Ça se paramètre où ?


----------



## Daffy44 (10 Août 2018)

Tm a distance.... 
il faut une liaison vpn pour securiser l'ensemble.
Le nas synology permet de creer ce serveur.
Apres coup, meme a distance le mac se croira a la maison...
Mais faut mieux que l'upload de part et d'autre soit bon...


----------



## M. Paul (10 Août 2018)

Daffy44 a dit:


> Tm a distance....
> il faut une liaison vpn pour securiser l'ensemble.
> Le nas synology permet de creer ce serveur..


J'essaie de créer à distance un OpenVPN avec le Synology

Il me demande de vérifier que le port  UDP 1194 est  ouvert. 
Comment puis-je l'ouvrir sur ma Box+ SFR ?
A distance je ne peux pas me connecter à la box. Par contre je peux prendre la main sur un Mac à la maison (sorte de remote desktop). 

Hum... et après je me connecte comment ?
Merci pour l'aide !
;-)


----------



## Daffy44 (11 Août 2018)

Bonjour
Pour la gestion des ports cela se passe au niveau de la box SFR
Sinon pour le serveur vpn un bon tuto ici
 http://www.nas-forum.com/forum/topic/53328-tuto-vpn-server/


----------



## M. Paul (11 Août 2018)

Merci 
J'ai essayé de suivre le auto mais ça ne fonctionne pas encore.
;-)
Une fois sur place ça sera quand même plus simple à gérer.
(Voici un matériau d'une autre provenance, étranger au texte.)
"""Demo interval tables as they arrive: scan, assays (lab style), lithology and density.

Each table has its own breaks, as on a real project: 1 m scanner intervals from the first
core, assays of about 2 m from a different start with some 1.5 / 2.5 m samples and some
unsampled gaps, logged lithology of variable length, and density intervals of 5-10 m.
"""

from __future__ import annotations

import numpy as np
import pandas as pd

from geomet.demo.deposit import (
    MINERALS,
    DepositModel,
    bulk_density_t_m3,
    element_grades,
    lithology_at,
    sample_geology,
)
from geomet.demo.drilling import positions_at
from geomet.glossary import ASSAY_COLUMNS, SCANNED_MINERAL_COLUMNS

# Lab-style assay headers, in file order, with the canonical column each maps to and
# the lab's unit.
LAB_ASSAY_HEADERS: dict[str, tuple[str, str]] = {
    "Cu_%": ("cu_pct", "%"),
    "Au_ppb": ("au_gpt", "ppb"),
    "Mo_ppm": ("mo_ppm", "ppm"),
    "Fe_%": ("fe_pct", "%"),
    "S_%": ("s_pct", "%"),
    "Ca_%": ("ca_pct", "%"),
    "CuAS_%": ("cu_asol_pct", "%"),
    "Ag_ppm": ("ag_gpt", "ppm"),
    "As_ppm": ("as_ppm", "ppm"),
    "Zn_ppm": ("zn_ppm", "ppm"),
    "Pb_ppm": ("pb_ppm", "ppm"),
    "Mg_%": ("mg_pct", "%"),
    "Al_%": ("al_pct", "%"),
    "K_%": ("k_pct", "%"),
}
# Lab detection limits (in the lab's unit) and decimals reported.
LAB_DETECTION_LIMITS = {
    "Cu_%": 0.001,
    "Au_ppb": 5.0,
    "Mo_ppm": 1.0,
    "Fe_%": 0.01,
    "S_%": 0.01,
    "Ca_%": 0.01,
    "CuAS_%": 0.01,
    "Ag_ppm": 0.5,
    "As_ppm": 5.0,
    "Zn_ppm": 2.0,
    "Pb_ppm": 2.0,
    "Mg_%": 0.01,
    "Al_%": 0.01,
    "K_%": 0.01,
}
LAB_DECIMALS = {
    "Cu_%": 3,
    "Au_ppb": 0,
    "Mo_ppm": 0,
    "Fe_%": 2,
    "S_%": 2,
    "Ca_%": 2,
    "CuAS_%": 3,
    "Ag_ppm": 1,
    "As_ppm": 0,
    "Zn_ppm": 0,
    "Pb_ppm": 0,
    "Mg_%": 2,
    "Al_%": 2,
    "K_%": 2,
}
# Relative analytical precision (1 sigma, lognormal) by canonical column (common practice
# orders of magnitude for four-acid ICP and fire assay; invented for the demo).
ASSAY_PRECISION_FRAC = {
    "cu_pct": 0.04,
    "au_gpt": 0.15,
    "mo_ppm": 0.10,
    "fe_pct": 0.03,
    "s_pct": 0.04,
    "ca_pct": 0.04,
    "cu_asol_pct": 0.06,
    "ag_gpt": 0.12,
    "as_ppm": 0.10,
    "zn_ppm": 0.08,
    "pb_ppm": 0.08,
    "mg_pct": 0.03,
    "al_pct": 0.03,
    "k_pct": 0.03,
}
# Scanner noise: multiplicative (rel_sd) and additive (abs_sd_pct, wt%) on each mineral,
# multiplicative only on the fine-grained Cu minerals and molybdenite; unexplained_sd_pct is
# the part of each row left unassigned (rows sum to a little under 100 %).
SCAN_NOISE = {
    "rel_sd": 0.10,
    "abs_sd_pct": 0.12,
    "fine_rel_sd": 0.12,
    "unexplained_sd_pct": 0.6,
    "aloh_sd_nm": 1.0,
    "feoh_sd_nm": 1.2,
}
DENSITY_REL_SD = 0.015  # precision of a water-immersion density on one billet (demo value)
# Below this reported wt% the scanner returns 0 (sulfides are quantified lower).
SCAN_QUANTIFICATION_PCT = 0.2
SCAN_SULFIDE_QUANTIFICATION_PCT = 0.02
_FINE = {
    "chalcopyrite",
    "bornite",
    "chalcocite",
    "covellite",
    "molybdenite",
    "malachite",
    "chrysocolla",
}


def first_core_depths(collars: pd.DataFrame, rng: np.random.Generator) -> np.ndarray:
    """Depth of the first core below each hole's precollar (1.5-9 m) [m]."""
    return np.round(rng.uniform(1.5, 9.0, len(collars)), 1)


def _regular_breaks(start, total, step):
    """from/to arrays of `step` m intervals from start to total (last one shorter)."""
    edges = np.arange(start, total, step)
    tos = np.minimum(edges + step, total)
    keep = (tos - edges) >= 0.3
    return edges[keep], tos[keep]


def _mid_geology(model, collars, surveys, hole, frm, to):
    mid = (frm + to) / 2.0
    x, y, z = positions_at(collars, surveys, hole, mid)
    return sample_geology(model, x, y, z)


def make_scan(
    model: DepositModel,
    collars: pd.DataFrame,
    surveys: pd.DataFrame,
    first_core_m: np.ndarray,
    rng: np.random.Generator,
) -> pd.DataFrame:
    """Core-scanner mineral abundances at 1 m (wt%, rounded to 0.01) with absorption features.

    The scanner sees the true mineralogy with multiplicative (10 %) and additive (0.12 wt%)
    noise, reports 0 below its quantification limit, and gives the featureless
    quartz-feldspar the remainder less a small unexplained fraction (rows sum to 98-100 %).
    """
    holes, frm, to = [], [], []
    for h, c0, td in zip(collars["hole_id"], first_core_m, collars["total_depth_m"], strict=True):
        f, t = _regular_breaks(c0, td, 1.0)
        holes.append(np.full(len(f), h, dtype=object))
        frm.append(f)
        to.append(t)
    hole = np.concatenate(holes).astype(str)
    frm = np.round(np.concatenate(frm), 2)
    to = np.round(np.concatenate(to), 2)
    g = _mid_geology(model, collars, surveys, hole, frm, to)
    n = len(hole)
    m = g.minerals_pct * np.exp(rng.normal(0.0, SCAN_NOISE["rel_sd"], g.minerals_pct.shape))
    m += rng.normal(0.0, SCAN_NOISE["abs_sd_pct"], m.shape)
    limit = np.array(
        [
            SCAN_SULFIDE_QUANTIFICATION_PCT if k in _FINE else SCAN_QUANTIFICATION_PCT
            for k in MINERALS
        ]
    )
    fine = np.array([k in _FINE for k in MINERALS])
    m[:, fine] = g.minerals_pct[:, fine] * np.exp(
        rng.normal(0.0, SCAN_NOISE["fine_rel_sd"], (n, fine.sum()))
    )
    m = np.where(m < limit, 0.0, m)
    qf = MINERALS.index("quartz_feldspar")
    m[:, qf] = 0.0
    m = np.round(m, 2)
    m[:, qf] = np.round(
        np.maximum(
            100.0 - m.sum(axis=1) - np.abs(rng.normal(0.0, SCAN_NOISE["unexplained_sd_pct"], n)),
            0.0,
        ),
        2,
    )
    scan = pd.DataFrame(m, columns=list(SCANNED_MINERAL_COLUMNS))
    wm = scan["white_mica_pct"].to_numpy() + scan["illite_pct"].to_numpy()
    aloh = np.clip(
        g.white_mica_aloh_nm + rng.normal(0.0, SCAN_NOISE["aloh_sd_nm"], n), 2193.0, 2217.0
    )
    chl = scan["chlorite_pct"].to_numpy()
    feoh = np.clip(
        g.chlorite_feoh_nm + rng.normal(0.0, SCAN_NOISE["feoh_sd_nm"], n), 2240.0, 2262.0
    )
    scan["white_mica_aloh_nm"] = np.where(wm >= 1.0, np.round(aloh, 1), np.nan)
    scan["chlorite_feoh_nm"] = np.where(chl >= 1.0, np.round(feoh, 1), np.nan)
    scan.insert(0, "to_m", to)
    scan.insert(0, "from_m", frm)
    scan.insert(0, "hole_id", hole)
    return scan


def assay_breaks(collars: pd.DataFrame, first_core_m: np.ndarray, rng: np.random.Generator):
    """Assay sample breaks: ~2 m (some 1.5 / 2.5 m) from an offset start, with unsampled gaps."""
    holes, frm, to = [], [], []
    for h, c0, td in zip(collars["hole_id"], first_core_m, collars["total_depth_m"], strict=True):
        start = round(c0 + float(rng.uniform(0.0, 1.5)), 1)
        nmax = int((td - start) / 1.5) + 2
        lengths = rng.choice([2.0, 1.5, 2.5], size=nmax, p=[0.84, 0.08, 0.08])
        edges = start + np.r_[0.0, np.cumsum(lengths)]
        edges = edges[edges < td - 0.5]
        tos = np.r_[edges[1:], td]
        # unsampled runs (core loss, not sampled): drop about 3 % of samples in short runs
        drop = np.zeros(len(edges), dtype=bool)
        for _ in range(rng.poisson(len(edges) * 0.01)):
            at = int(rng.integers(0, len(edges)))
            drop[at : at + int(rng.integers(1, 5))] = True
        holes.append(np.full((~drop).sum(), h, dtype=object))
        frm.append(edges[~drop])
        to.append(tos[~drop])
    return (
        np.concatenate(holes).astype(str),
        np.round(np.concatenate(frm), 2),
        np.round(np.concatenate(to), 2),
    )


def make_assays(
    model: DepositModel,
    collars: pd.DataFrame,
    surveys: pd.DataFrame,
    first_core_m: np.ndarray,
    rng: np.random.Generator,
) -> pd.DataFrame:
    """Canonical assays: numeric, canonical units, with analytical noise, not yet censored.

    Element grades come from the true minerals at the sample by stoichiometry
    (:func:`geomet.demo.deposit.element_grades`); Au, Ag, As, Zn and Pb from trace fields.

    Returns
    -------
    DataFrame
        hole_id, from_m, to_m and the 14 ``glossary.ASSAY_COLUMNS``.
    """
    hole, frm, to = assay_breaks(collars, first_core_m, rng)
    g = _mid_geology(model, collars, surveys, hole, frm, to)
    grades = element_grades(g.minerals_pct, g.gypsum_frac)
    grades.update(g.trace)
    out = pd.DataFrame({"hole_id": hole, "from_m": frm, "to_m": to})
    n = len(hole)
    for col in ASSAY_COLUMNS:
        noise = np.exp(rng.normal(0.0, ASSAY_PRECISION_FRAC[col], n))
        out[col] = grades[col] * noise
    out["cu_asol_pct"] = np.minimum(out["cu_asol_pct"], out["cu_pct"])
    return out


def _fmt(values: np.ndarray, decimals: int) -> np.ndarray:
    """Fixed-decimal strings (deterministic; no locale)."""
    return np.array([f"{v:.{decimals}f}" for v in values], dtype=object)


def format_lab_assays(assays: pd.DataFrame, rng: np.random.Generator) -> pd.DataFrame:
    """Write canonical assays the way the lab delivers them: lab headers, units and codes.

    Au in ppb, Ag in ppm; values below detection as ``<DL``, except copper, which this
    lab reports below detection as a negative number (``-0.001``); a few ``IS``
    (insufficient sample) cells and a few ``NS`` (not sampled) rows.
    """
    out = pd.DataFrame(
        {
            "HoleID": assays["hole_id"].to_numpy(),
            "From": _fmt(assays["from_m"].to_numpy(), 2),
            "To": _fmt(assays["to_m"].to_numpy(), 2),
        }
    )
    n = len(assays)
    for header, (col, unit) in LAB_ASSAY_HEADERS.items():
        v = assays[col].to_numpy(dtype=float)
        if unit == "ppb":
            v = v * 1000.0
        dl = LAB_DETECTION_LIMITS[header]
        dec = LAB_DECIMALS[header]
        v = np.round(v, dec)
        text = _fmt(v, dec)
        below = v < dl
        dl_text = f"{dl:g}"
        code = f"-{dl_text}" if header == "Cu_%" else f"<{dl_text}"
        text[below] = code
        out[header] = text
    n_is = max(1, n // 1500)
    is_rows = rng.choice(n, size=min(n_is * 3, n), replace=False)
    for k, r in enumerate(is_rows):
        out.iloc[r, out.columns.get_loc("Au_ppb" if k % 3 else "CuAS_%")] = "IS"
    ns_rows = rng.choice(n, size=min(max(1, n // 2500), n), replace=False)
    for r in ns_rows:
        out.iloc[r, 3:] = "NS"
    return out


def _merge_equal_neighbours(runs: list[list]) -> list[list]:
    merged: list[list] = []
    for r in runs:
        if merged and merged[-1][2] == r[2]:
            merged[-1][1] = r[1]
        else:
            merged.append(list(r))
    return merged


def _absorb_short_runs(runs: list[list], min_run_m: float) -> list[list]:
    """Merge each run shorter than min_run_m into its longer neighbour, shortest first.

    Runs are ``[from_m, to_m, code]``, contiguous; neighbours with the same code are merged.
    """
    runs = _merge_equal_neighbours(runs)
    while len(runs) > 1:
        lengths = [r[1] - r[0] for r in runs]
        i = int(np.argmin(lengths))
        if lengths[i] >= min_run_m:
            break
        if i == 0:
            j = 1
        elif i == len(runs) - 1:
            j = i - 1
        else:
            j = i - 1 if lengths[i - 1] >= lengths[i + 1] else i + 1
        lo, hi = min(i, j), max(i, j)
        runs[lo : hi + 1] = [[runs[lo][0], runs[hi][1], runs[j][2]]]
        runs = _merge_equal_neighbours(runs)
    return runs


def make_lithology(
    model: DepositModel,
    collars: pd.DataFrame,
    surveys: pd.DataFrame,
    rng: np.random.Generator,
    min_run_m: float = 3.0,
) -> pd.DataFrame:
    """Logged lithology from the collar to the end of hole, runs shorter than 3 m absorbed.

    The model is read every metre; the geologist's contacts are placed to 0.1 m within
    half a metre of the modelled one.
    """
    holes, mids = [], []
    for h, td in zip(collars["hole_id"], collars["total_depth_m"], strict=True):
        edges = np.arange(0.0, td, 1.0)
        holes.append(np.full(len(edges), h, dtype=object))
        mids.append(edges + 0.5)
    hole = np.concatenate(holes).astype(str)
    mid = np.concatenate(mids)
    x, y, z = positions_at(collars, surveys, hole, mid)
    code = lithology_at(model, x, y, z)
    change = np.r_[True, (code[1:] != code[:-1]) | (hole[1:] != hole[:-1])]
    starts = np.flatnonzero(change)
    ends = np.r_[starts[1:], len(code)]
    total = dict(zip(collars["hole_id"], collars["total_depth_m"], strict=True))
    rows = []
    hole_starts = np.flatnonzero(np.r_[True, hole[starts][1:] != hole[starts][:-1]])
    hole_ends = np.r_[hole_starts[1:], len(starts)]
    for a, b in zip(hole_starts, hole_ends, strict=True):
        h = hole[starts[a]]
        runs = [
            [mid[s] - 0.5, mid[e - 1] + 0.5, code[s]]
            for s, e in zip(starts[a:b], ends[a:b], strict=True)
        ]
        runs[-1][1] = total[h]
        runs = _absorb_short_runs(runs, min_run_m)
        for k in range(1, len(runs)):
            contact = round(runs[k][0] + float(rng.uniform(-0.5, 0.5)), 1)
            runs[k - 1][1] = runs[k][0] = contact
        rows.extend((h, round(r[0], 2), round(r[1], 2), r[2]) for r in runs)
    return pd.DataFrame(rows, columns=["hole_id", "from_m", "to_m", "lith_code"])


def make_density(
    model: DepositModel,
    collars: pd.DataFrame,
    surveys: pd.DataFrame,
    first_core_m: np.ndarray,
    rng: np.random.Generator,
) -> pd.DataFrame:
    """Dry bulk density intervals of 5-10 m (one billet measured per interval, 1.5 % precision)."""
    holes, frm, to = [], [], []
    for h, c0, td in zip(collars["hole_id"], first_core_m, collars["total_depth_m"], strict=True):
        lengths = np.round(rng.uniform(5.0, 10.0, int(td / 5.0) + 2) * 2.0) / 2.0
        edges = c0 + np.r_[0.0, np.cumsum(lengths)]
        edges = edges[edges < td - 1.0]
        holes.append(np.full(len(edges), h, dtype=object))
        frm.append(edges)
        to.append(np.r_[edges[1:], td])
    hole = np.concatenate(holes).astype(str)
    frm = np.round(np.concatenate(frm), 2)
    to = np.round(np.concatenate(to), 2)
    # the billet is taken somewhere inside the interval
    at = frm + rng.uniform(0.2, 0.8, len(frm)) * (to - frm)
    x, y, z = positions_at(collars, surveys, hole, at)
    g = sample_geology(model, x, y, z)
    rho = bulk_density_t_m3(g.minerals_pct, g.gypsum_frac, g.porosity_frac)
    rho = rho * np.exp(rng.normal(0.0, DENSITY_REL_SD, len(rho)))
    return pd.DataFrame(
        {"hole_id": hole, "from_m": frm, "to_m": to, "density_t_m3": np.round(rho, 2)}
    )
Hum... ceci dit j'aurais 2 petites questions, please :
- au niveau de l'ouverture du port 1194 je l'ai affectée à mon adresse IP affectée par la Box à l'adresse Mac du mon MacBook Pro. Et non à l'adresse Mac de le la Box. J'ai bien fait ? 
- pour accéder à OpenVPN on rentre http://10.8.0.1 ou http://10.8.0.1:1194 ?

Un petit coup de pouce ?


----------



## Daffy44 (12 Août 2018)

Bonjour
La box dispose d'une adresse publique, c'est cette adresse qu'il faut viser en ajoutant le port idoine.
HTTPS://IP ou mode domaineort

Derrière le routage réalisé sur la box précise l'IP privée du NAS qu'il faut viser.

Une fois l'authentification  réalisée un lien privé est établie entre la machine distante et le NAS.


----------